Your goal:
Only the lines below starting at the one containing "expectClose(d.extremes.stressTop!.min.value, 200e3 /" and ending at the one containing "of the engine." belong in the answer, each copied exactly.

** Material for the task follows **

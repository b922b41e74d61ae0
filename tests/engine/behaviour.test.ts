/** Releases, settlement, springs, load directions, combinations and envelopes. */
import { describe, it, expect } from "vitest";
import {
  memberDiagram,
  memberEndForces,
  memberEnvelope,
  nodeDisplacement,
  nodeReaction,
  resultFor,
  type ModelInput,
} from "@/lib/engine";
import { analyzeOrThrow, expectAllFinite, expectClose, expectNear, lineBeam, E, I } from "./helpers";
import { randomFrame } from "./random-frames";

const EI = E * I;

describe("releases", () => {
  it("a member released at both ends carries no moment; with a span load it is simply supported", () => {
    const model: ModelInput = {
      nodes: [
        { id: "A", x: 0, y: 0, support: { ux: "fixed", uy: "fixed", rz: "fixed" } },
        { id: "B", x: 0, y: 4 },
        { id: "C", x: 6, y: 4 },
        { id: "D", x: 6, y: 0, support: { ux: "fixed", uy: "fixed", rz: "fixed" } },
      ],
      members: [
        { id: "AB", start: "A", end: "B", E, A: 1e-2, I },
        { id: "BC", start: "B", end: "C", E, A: 1e-2, I, releases: { startMoment: true, endMoment: true } },
        { id: "DC", start: "D", end: "C", E, A: 1e-2, I },
      ],
      loadCases: [
        { id: "H", loads: [{ kind: "nodal", node: "B", fx: 10e3 }] },
        { id: "W", loads: [{ kind: "distributed", member: "BC", direction: "global-y", wStart: -8e3 }] },
      ],
    };
    const r = analyzeOrThrow(model);
    const h = memberDiagram(r, "BC", "H");
    expect(Math.abs(h.extremes.M!.max.value)).toBeLessThan(1e-9 * 10e3 * 4);
    expect(Math.abs(h.extremes.M!.min.value)).toBeLessThan(1e-9 * 10e3 * 4);
    // The sway load splits between column AB (3EI/h³) and the link BC (EA/L) in series with column DC.
    const kc = (3 * EI) / 4 ** 3;
    const ks = 1 / (1 / ((E * 1e-2) / 6) + 1 / kc);
    expectClose(nodeReaction(r, "A", "H").fx, (-10e3 * kc) / (kc + ks), 1e-9);
    // The link pushes C: compression, N = −f_xi < 0.
    expectClose(-memberEndForces(r, "BC", "H").start.fx, (-10e3 * ks) / (kc + ks), 1e-9);
    // Simply supported: wL²/8 at midspan, zero at the hinges.
    const w = memberDiagram(r, "BC", "W");
    expectClose(w.extremes.M!.max.value, (8e3 * 36) / 8);
    expectNear(w.valueAt(0).M, 0, 1e-9 * 8e3 * 36);
    // A hinge's rotations differ on either side: the beam end rotates, the column top does not follow. The beam's
    // curve from its chord is the simply supported one, so its end rotates wL³/(24EI) (AWC Design Aid No. 6 (2005),
    // Figure 1: Δx = wx(l³ − 2lx² + x³)/(24EI)); the columns carry only axial force, so their tops stay straight.
    const theta = (8e3 * 6 ** 3) / (24 * EI);
    expectClose(nodeDisplacement(r, "B", "W").rz, 0, 1e-9, theta);
    expectClose(nodeDisplacement(r, "C", "W").rz, 0, 1e-9, theta);
    for (const x of [0.5, 1, 3, 5.5])
      expectClose(w.valueAt(x).relativeDeflection, (-8e3 * x * (6 ** 3 - 2 * 6 * x * x + x ** 3)) / (24 * EI));
    // Near the released start the curve leaves its chord at the end rotation: v_rel(x)/x → −wL³/(24EI).
    expectClose(w.valueAt(1e-4).relativeDeflection! / 1e-4, -theta, 1e-6);
  });

  it("a node where every member end is released has its rotation removed, not reported unstable", () => {
    const r = analyzeOrThrow({
      ...lineBeam([4, 4], ["fixed", "free", "fixed"], [{ kind: "nodal", node: "n1", fy: -10e3 }]),
      members: [
        { id: "m1", start: "n0", end: "n1", E, A: 1e-2, I, releases: { endMoment: true } },
        { id: "m2", start: "n1", end: "n2", E, A: 1e-2, I, releases: { startMoment: true } },
      ],
    });
    // Two cantilevers meeting at a hinge share the load: Δ = P L³ / (3EI · 2).
    expectClose(nodeDisplacement(r, "n1", "L").uy, (-10e3 * 64) / (6 * EI));
    expect(r.stats.equations).toBe(2);
  });
});

describe("supports", () => {
  it("settlement: a fixed–fixed beam whose end settles Δ gets M = 6EIΔ/L² and V = 12EIΔ/L³, in its own load case", () => {
    const L = 5;
    const delta = 0.01;
    const model = lineBeam([L], ["fixed", "fixed"], []);
    model.nodes[1].support = { ux: "fixed", uy: { kind: "prescribed", value: -delta, loadCase: "S" }, rz: "fixed" };
    model.loadCases = [
      { id: "S", loads: [] },
      { id: "G", loads: [{ kind: "nodal", node: "n0", fy: -1 }] },
    ];
    const r = analyzeOrThrow(model);
    // Slope-deflection (common practice): M = 6EIΔ/L², V = 12EIΔ/L³. The end that stays up hogs, the settled end sags.
    const d = memberDiagram(r, "m1", "S");
    expectClose(d.valueAt(0).M, (-6 * EI * delta) / (L * L));
    expectClose(d.valueAt(L).M, (6 * EI * delta) / (L * L));
    expectClose(d.valueAt(0).V, (12 * EI * delta) / L ** 3);
    expectClose(nodeDisplacement(r, "n1", "S").uy, -delta);
    expectClose(d.valueAt(L / 2).deflection, -delta / 2);
    // In every other load case the settling support acts as fixed.
    expectClose(nodeDisplacement(r, "n1", "G").uy, 0, 1e-9, delta);
    // G's 1 N acts straight on the support at n0, so n0 takes it and n1 nothing.
    expectClose(nodeReaction(r, "n0", "G").fy, 1);
    expectClose(nodeReaction(r, "n1", "G").fy, 0, 1e-9, 1);
    expect(r.loadCases.S.equilibrium.relative).toBeLessThan(1e-12);
  });

  it("spring: a cantilever on a tip spring deflects P / (k + 3EI/L³)", () => {
    const L = 4;
    const k = 2e6;
    const model = lineBeam([L], ["fixed", "free"], [{ kind: "nodal", node: "n1", fy: -50e3 }]);
    model.nodes[1].support = { uy: { kind: "spring", stiffness: k } };
    const r = analyzeOrThrow(model);
    const u = -50e3 / (k + (3 * EI) / L ** 3);
    expectClose(nodeDisplacement(r, "n1", "L").uy, u);
    expectClose(nodeReaction(r, "n1", "L").fy, -k * u);
  });
});

describe("load directions", () => {
  it("a load per projected length on a sloped member equals the same total on its true length", () => {
    const rafter = (load: object): ModelInput => ({
      nodes: [
        { id: "A", x: 0, y: 0, support: { ux: "fixed", uy: "fixed" } },
        { id: "B", x: 4, y: 3, support: { uy: "fixed" } },
      ],
      members: [{ id: "R", start: "A", end: "B", E, A: 1e-2, I }],
      loadCases: [{ id: "S", loads: [{ kind: "distributed", member: "R", direction: "global-y", ...load } as never] }],
    });
    // 2 kN/m on plan over 4 m = 8 kN; on the 5 m slope that is 1.6 kN/m of member length.
    const projected = analyzeOrThrow(rafter({ wStart: -2e3, projected: true }));
    const alongLength = analyzeOrThrow(rafter({ wStart: -1.6e3 }));
    expectClose(nodeReaction(projected, "A", "S").fy, 4e3);
    expectClose(
      memberDiagram(projected, "R", "S").extremes.M!.max.value,
      memberDiagram(alongLength, "R", "S").extremes.M!.max.value,
    );
    // Simply supported on the plan span: M_max = w·l²/8 with l = 4 m (statics, common practice).
    expectClose(memberDiagram(projected, "R", "S").extremes.M!.max.value, (2e3 * 16) / 8);
  });

  it("axial distributed load on a bar fixed at one end: N = p(L − x), u = p(Lx − x²/2)/EA", () => {
    const L = 5;
    const p = 4e3;
    const r = analyzeOrThrow(
      lineBeam([L], ["fixed", "free"], [{ kind: "distributed", member: "m1", direction: "local-x", wStart: p }]),
    );
    const d = memberDiagram(r, "m1", "L");
    // Statics and EA u' = N (common practice).
    expectClose(d.valueAt(1).N, p * (L - 1));
    expectClose(d.valueAt(2).axialDisplacement, (p * (L * 2 - (2 * 2) / 2)) / (E * 5e-3));
    expectClose(nodeDisplacement(r, "n1", "L").ux, (p * L * L) / (2 * E * 5e-3));
  });

  it("self-weight is ρ·A·g downwards", () => {
    const model = lineBeam([6], ["pin", "roller"], [{ kind: "self-weight" }]);
    model.members![0] = { ...model.members![0], density: 7850 };
    const r = analyzeOrThrow(model);
    expectClose(nodeReaction(r, "n0", "L").fy, (7850 * 5e-3 * 9.80665 * 6) / 2);
  });

  it("self-weight loads only the members that have a density; the others carry none", () => {
    const model = lineBeam([6, 4], ["pin", "roller", "roller"], [{ kind: "self-weight" }]);
    model.members![0] = { ...model.members![0], density: 7850 };
    const r = analyzeOrThrow(model);
    expectAllFinite(r);
    // Statics (common practice): only the 6 m span weighs anything, 7850 · 5e-3 · 9.80665 N/m over it.
    const total = 7850 * 5e-3 * 9.80665 * 6;
    const sum = ["n0", "n1", "n2"].reduce((s, n) => s + nodeReaction(r, n, "L").fy, 0);
    expectClose(sum, total);
  });

  it("a couple on the span: reactions ±C/L and a moment step of C", () => {
    const r = analyzeOrThrow(lineBeam([6], ["pin", "roller"], [{ kind: "couple", member: "m1", position: 2, value: 12e3 }]));
    expectClose(nodeReaction(r, "n0", "L").fy, 2e3);
    const d = memberDiagram(r, "m1", "L");
    expectClose(d.valueAt(2, "left").M! - d.valueAt(2, "right").M!, 12e3);
  });
});

describe("stresses", () => {
  it("extreme-fibre stresses are N/A ∓ M·c/I, tension positive", () => {
    const L = 6;
    const w = 10e3;
    const model = lineBeam(
      [L],
      ["pin", "roller"],
      [
        { kind: "distributed", member: "m1", direction: "global-y", wStart: -w },
        { kind: "point", member: "m1", direction: "local-x", position: L, value: 200e3 },
      ],
    );
    model.members![0] = { ...model.members![0], cTop: 0.1, cBottom: 0.2 };
    const r = analyzeOrThrow(model);
    const d = memberDiagram(r, "m1", "L");
    const M = (w * L * L) / 8;
    // 200 kN pulls the roller end: tension N = 200 kN throughout; sagging M puts the bottom fibre in tension.
    expectClose(d.valueAt(L / 2).N, 200e3);
    expectClose(d.extremes.stressBottom!.max.value, 200e3 / 5e-3 + (M * 0.2) / I);
    expectClose(d.extremes.stressTop!.min.value, 200e3 / 5e-3 - (M * 0.1) / I);
    expectClose(d.extremes.stressTop!.min.x, L / 2);
  });
});

describe("combinations and envelopes", () => {
  const base = randomFrame(42, { releases: true });
  const loads = base.loadCases![0].loads!;
  const model: ModelInput = {
    ...base,
    loadCases: [
      { id: "D", loads: loads.filter((l) => l.kind === "distributed") },
      { id: "Q", loads: loads.filter((l) => l.kind !== "distributed") },
    ],
    combinations: [
      { id: "ULS", factors: { D: 1.35, Q: 1.5 } },
      { id: "SLS", factors: { D: 1, Q: 1 } },
      { id: "UP", factors: { D: 0.9, Q: -1.5 } },
    ],
    envelopes: [{ id: "ALL", of: ["ULS", "SLS", "UP"] }],
  };
  // Analysed inside each test (not in the describe body), so mutation testing's per-test coverage sees which
  // test reaches which line of the engine.
  const analysed = () => analyzeOrThrow(model);

  it("a combination equals the factored sum of its load cases, along members too", () => {
    const r = analysed();
    const [D, Q, U] = [r.loadCases.D, r.loadCases.Q, r.combinations.ULS];
    expect(r.memberIds.length).toBeGreaterThan(0);
    for (const key of ["displacements", "reactions", "endForces"] as const) {
      const scale = Math.max(...Array.from(U[key], Math.abs));
      U[key].forEach((v, i) => expectNear(v, 1.35 * D[key][i] + 1.5 * Q[key][i], 1e-12 * scale));
    }
    expect(U.equilibrium.relative).toBeLessThan(1e-10);
    expect(U.relativeResidual).toBeLessThan(1e-10);
    for (const id of r.memberIds) {
      const [dd, dq, du] = ["D", "Q", "ULS"].map((c) => memberDiagram(r, id, c));
      for (const x of [0, 0.3, 1.1, 2.5, du.length]) {
        const a = dd.valueAt(x);
        const b = dq.valueAt(x);
        const c = du.valueAt(x);
        for (const q of ["N", "V", "M", "deflection"] as const)
          expectNear(c[q], 1.35 * a[q]! + 1.5 * b[q]!, 1e-9 * (Math.abs(c[q]!) + 1));
      }
    }
  });

  it("an envelope is the max and min over its results, with the governing one named", () => {
    const r = analysed();
    const env = r.envelopes.ALL;
    const results = env.of.map((id) => resultFor(r, id));
    expect(results).toHaveLength(3);
    expect(env.displacements.max).toHaveLength(3 * model.nodes.length);
    expect(env.endForces.min).toHaveLength(6 * model.members!.length);
    env.displacements.max.forEach((v, i) => {
      expect(v).toBe(Math.max(...results.map((x) => x.displacements[i])));
      expect(results[env.displacements.maxFrom[i]].displacements[i]).toBe(v);
    });
    env.endForces.min.forEach((v, i) => expect(v).toBe(Math.min(...results.map((x) => x.endForces[i]))));
    const id = r.memberIds[r.memberIds.length - 1];
    const me = memberEnvelope(r, id, "ALL", { points: 11 });
    const diagrams = env.of.map((c) => memberDiagram(r, id, c));
    const best = Math.max(...diagrams.map((d) => d.extremes.M!.max.value));
    expectClose(me.extremes.M!.max.value, best, 1e-12);
    expect(env.of[diagrams.findIndex((d) => d.extremes.M!.max.value === best)]).toBe(me.extremes.M!.max.from);
    expect(me.x.length).toBeGreaterThanOrEqual(11);
    me.x.forEach((x, i) => expect(me.max.M![i]).toBeGreaterThanOrEqual(me.min.M![i]));
    // The combination's end forces are the factored sum of its cases', member by member (linearity).
    const [up, d, q] = ["UP", "D", "Q"].map((c) => memberEndForces(r, id, c));
    for (const end of ["start", "end"] as const) {
      for (const k of ["fx", "fy", "mz"] as const) {
        const expected = 0.9 * d[end][k] - 1.5 * q[end][k];
        expectClose(up[end][k], expected, 1e-12, Math.abs(0.9 * d[end][k]) + Math.abs(1.5 * q[end][k]));
      }
    }
  });
});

** End of Material for the task **

Exercise result:
    expectClose(d.extremes.stressTop!.min.value, 200e3 / 5e-3 - (M * 0.1) / I);
    expectClose(d.extremes.stressTop!.min.x, L / 2);
  });
});

describe("combinations and envelopes", () => {
  const base = randomFrame(42, { releases: true });
  const loads = base.loadCases![0].loads!;
  const model: ModelInput = {
    ...base,
    loadCases: [
      { id: "D", loads: loads.filter((l) => l.kind === "distributed") },
      { id: "Q", loads: loads.filter((l) => l.kind !== "distributed") },
    ],
    combinations: [
      { id: "ULS", factors: { D: 1.35, Q: 1.5 } },
      { id: "SLS", factors: { D: 1, Q: 1 } },
      { id: "UP", factors: { D: 0.9, Q: -1.5 } },
    ],
    envelopes: [{ id: "ALL", of: ["ULS", "SLS", "UP"] }],
  };
  // Analysed inside each test (not in the describe body), so mutation testing's per-test coverage sees which
  // test reaches which line of the engine.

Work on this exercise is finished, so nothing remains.